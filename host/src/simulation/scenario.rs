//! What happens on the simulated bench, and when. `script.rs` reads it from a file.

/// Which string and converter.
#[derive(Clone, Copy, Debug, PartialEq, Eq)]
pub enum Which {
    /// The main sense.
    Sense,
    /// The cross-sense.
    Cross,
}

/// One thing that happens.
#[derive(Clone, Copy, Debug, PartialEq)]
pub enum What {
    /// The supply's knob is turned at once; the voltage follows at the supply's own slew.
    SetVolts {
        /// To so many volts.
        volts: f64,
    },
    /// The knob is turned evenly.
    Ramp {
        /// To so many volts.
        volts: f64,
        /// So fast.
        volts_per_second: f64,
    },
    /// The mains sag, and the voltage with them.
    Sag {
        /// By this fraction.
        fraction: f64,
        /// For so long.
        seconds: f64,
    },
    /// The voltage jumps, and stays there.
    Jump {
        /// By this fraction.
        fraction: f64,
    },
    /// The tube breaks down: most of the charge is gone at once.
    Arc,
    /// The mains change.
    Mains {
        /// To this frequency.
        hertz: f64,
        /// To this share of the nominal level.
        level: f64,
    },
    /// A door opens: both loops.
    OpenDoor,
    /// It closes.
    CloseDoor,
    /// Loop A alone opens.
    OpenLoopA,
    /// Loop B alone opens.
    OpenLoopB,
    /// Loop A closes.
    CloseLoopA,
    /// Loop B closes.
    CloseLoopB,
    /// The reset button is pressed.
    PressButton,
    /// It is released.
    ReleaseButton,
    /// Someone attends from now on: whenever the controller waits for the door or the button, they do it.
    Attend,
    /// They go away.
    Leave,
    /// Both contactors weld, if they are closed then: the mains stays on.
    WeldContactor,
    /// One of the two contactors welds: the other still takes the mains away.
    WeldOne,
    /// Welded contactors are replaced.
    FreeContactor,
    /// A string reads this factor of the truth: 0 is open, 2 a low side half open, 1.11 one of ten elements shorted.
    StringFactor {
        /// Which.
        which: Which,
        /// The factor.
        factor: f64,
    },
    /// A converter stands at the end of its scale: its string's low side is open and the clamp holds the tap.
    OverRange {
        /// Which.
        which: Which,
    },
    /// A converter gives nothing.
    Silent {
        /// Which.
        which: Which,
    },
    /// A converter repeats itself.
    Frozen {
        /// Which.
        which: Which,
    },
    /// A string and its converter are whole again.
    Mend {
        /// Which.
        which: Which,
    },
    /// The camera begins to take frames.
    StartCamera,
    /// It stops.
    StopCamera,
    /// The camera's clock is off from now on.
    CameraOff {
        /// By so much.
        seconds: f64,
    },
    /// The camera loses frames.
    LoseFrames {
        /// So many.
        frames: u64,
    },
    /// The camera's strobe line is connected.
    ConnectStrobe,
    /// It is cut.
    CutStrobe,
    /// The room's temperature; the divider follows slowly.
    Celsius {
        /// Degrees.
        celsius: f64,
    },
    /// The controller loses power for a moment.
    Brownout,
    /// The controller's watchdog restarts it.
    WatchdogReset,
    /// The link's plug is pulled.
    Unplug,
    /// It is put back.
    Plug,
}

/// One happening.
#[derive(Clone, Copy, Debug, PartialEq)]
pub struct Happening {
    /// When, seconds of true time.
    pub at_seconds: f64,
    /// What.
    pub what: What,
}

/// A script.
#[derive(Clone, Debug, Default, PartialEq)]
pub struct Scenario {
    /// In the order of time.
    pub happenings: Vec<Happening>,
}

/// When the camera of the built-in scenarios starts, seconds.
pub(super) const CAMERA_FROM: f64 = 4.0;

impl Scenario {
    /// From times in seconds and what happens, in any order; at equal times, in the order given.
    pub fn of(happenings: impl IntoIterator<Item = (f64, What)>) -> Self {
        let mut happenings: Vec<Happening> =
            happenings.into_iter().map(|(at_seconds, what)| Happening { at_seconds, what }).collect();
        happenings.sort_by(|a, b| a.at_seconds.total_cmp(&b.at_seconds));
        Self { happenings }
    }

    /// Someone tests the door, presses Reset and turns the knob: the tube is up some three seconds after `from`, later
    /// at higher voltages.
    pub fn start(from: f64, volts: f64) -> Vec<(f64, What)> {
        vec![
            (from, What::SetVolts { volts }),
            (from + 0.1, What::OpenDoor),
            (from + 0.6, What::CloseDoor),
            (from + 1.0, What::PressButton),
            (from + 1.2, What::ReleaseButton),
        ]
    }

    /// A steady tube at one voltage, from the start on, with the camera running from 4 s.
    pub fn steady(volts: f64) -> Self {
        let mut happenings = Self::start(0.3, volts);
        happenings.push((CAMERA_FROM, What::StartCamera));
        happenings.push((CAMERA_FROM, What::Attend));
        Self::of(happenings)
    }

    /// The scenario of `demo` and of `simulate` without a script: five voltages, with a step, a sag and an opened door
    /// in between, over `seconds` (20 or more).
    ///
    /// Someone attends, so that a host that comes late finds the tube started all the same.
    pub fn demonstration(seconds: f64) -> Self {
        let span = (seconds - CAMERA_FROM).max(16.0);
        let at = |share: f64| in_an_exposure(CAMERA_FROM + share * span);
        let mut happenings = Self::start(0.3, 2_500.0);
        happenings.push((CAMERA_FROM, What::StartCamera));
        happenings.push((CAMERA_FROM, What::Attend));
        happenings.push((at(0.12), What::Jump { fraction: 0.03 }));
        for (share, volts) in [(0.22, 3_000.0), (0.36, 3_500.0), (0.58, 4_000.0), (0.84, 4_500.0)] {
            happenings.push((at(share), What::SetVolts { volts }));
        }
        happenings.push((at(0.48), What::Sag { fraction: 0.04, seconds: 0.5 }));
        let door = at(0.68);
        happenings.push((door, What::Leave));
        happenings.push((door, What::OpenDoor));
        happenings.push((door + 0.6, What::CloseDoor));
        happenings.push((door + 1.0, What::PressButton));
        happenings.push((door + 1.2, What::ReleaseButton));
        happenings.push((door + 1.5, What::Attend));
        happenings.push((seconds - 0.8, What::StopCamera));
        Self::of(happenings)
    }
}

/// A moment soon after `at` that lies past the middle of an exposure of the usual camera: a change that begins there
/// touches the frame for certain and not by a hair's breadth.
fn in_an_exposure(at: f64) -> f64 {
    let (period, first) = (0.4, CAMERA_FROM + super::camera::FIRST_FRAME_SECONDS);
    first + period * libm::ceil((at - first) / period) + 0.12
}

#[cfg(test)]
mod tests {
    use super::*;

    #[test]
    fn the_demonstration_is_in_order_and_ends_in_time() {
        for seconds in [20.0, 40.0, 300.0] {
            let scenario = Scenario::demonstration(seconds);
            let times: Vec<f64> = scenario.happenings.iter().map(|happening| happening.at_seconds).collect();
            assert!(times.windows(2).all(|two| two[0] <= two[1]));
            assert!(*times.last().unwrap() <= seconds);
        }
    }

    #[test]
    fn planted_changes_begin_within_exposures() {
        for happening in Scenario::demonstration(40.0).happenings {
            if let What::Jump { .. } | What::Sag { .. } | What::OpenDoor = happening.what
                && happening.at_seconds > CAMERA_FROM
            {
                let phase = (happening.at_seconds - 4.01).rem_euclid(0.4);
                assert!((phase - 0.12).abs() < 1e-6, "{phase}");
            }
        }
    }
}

* **WHAT YOU ARE ASKED TO DO**: Reproduce the material above exactly, beginning at its first line and ending with the line that holds "supply's own slew.". Include nothing else.

* **COMPLETED TASK**:
filename host/src/simulation/scenario.rs
//! What happens on the simulated bench, and when. `script.rs` reads it from a file.

/// Which string and converter.
#[derive(Clone, Copy, Debug, PartialEq, Eq)]
pub enum Which {
    /// The main sense.
    Sense,
    /// The cross-sense.
    Cross,
}

/// One thing that happens.
#[derive(Clone, Copy, Debug, PartialEq)]
pub enum What {
    /// The supply's knob is turned at once; the voltage follows at the supply's own slew.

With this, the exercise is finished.